## Required work
Copy every line of the entries that has the string "maxBoardWidth" in it.

(Collected data entries)
·····

/**
 * Glue-ups for drawer-box parts: a part whose rough width (finished plus the width allowance)
 * is wider than the widest board is glued up from boards that are, each with its allowance.
 */
export function drawerStockGlueUp(p: Pick<CaseBuildParams, 'maxBoardWidth' | 'widthAllowance'>): (widthMm: number) => GlueUpPlan | undefined {
  return (widthMm) => {
    if (widthMm + p.widthAllowance <= p.maxBoardWidth) return undefined;
    const widths = glueUpBoardWidthsMm({ panelWidthMm: widthMm, maxBoardWidthMm: p.maxBoardWidth - p.widthAllowance, arrangement: 'equal' });
    return { boards: widths.length, boardWidthMm: widths[0]! };
  };
}

type CaseBuildParams = CasePlan['p'];

/** What a builder returns before derived outputs: the chest's shape. */
export type CaseBuild = ChestBuild;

·····

## Written reply
export function drawerStockGlueUp(p: Pick<CaseBuildParams, 'maxBoardWidth' | 'widthAllowance'>): (widthMm: number) => GlueUpPlan | undefined {
    if (widthMm + p.widthAllowance <= p.maxBoardWidth) return undefined;
    const widths = glueUpBoardWidthsMm({ panelWidthMm: widthMm, maxBoardWidthMm: p.maxBoardWidth - p.widthAllowance, arrangement: 'equal' });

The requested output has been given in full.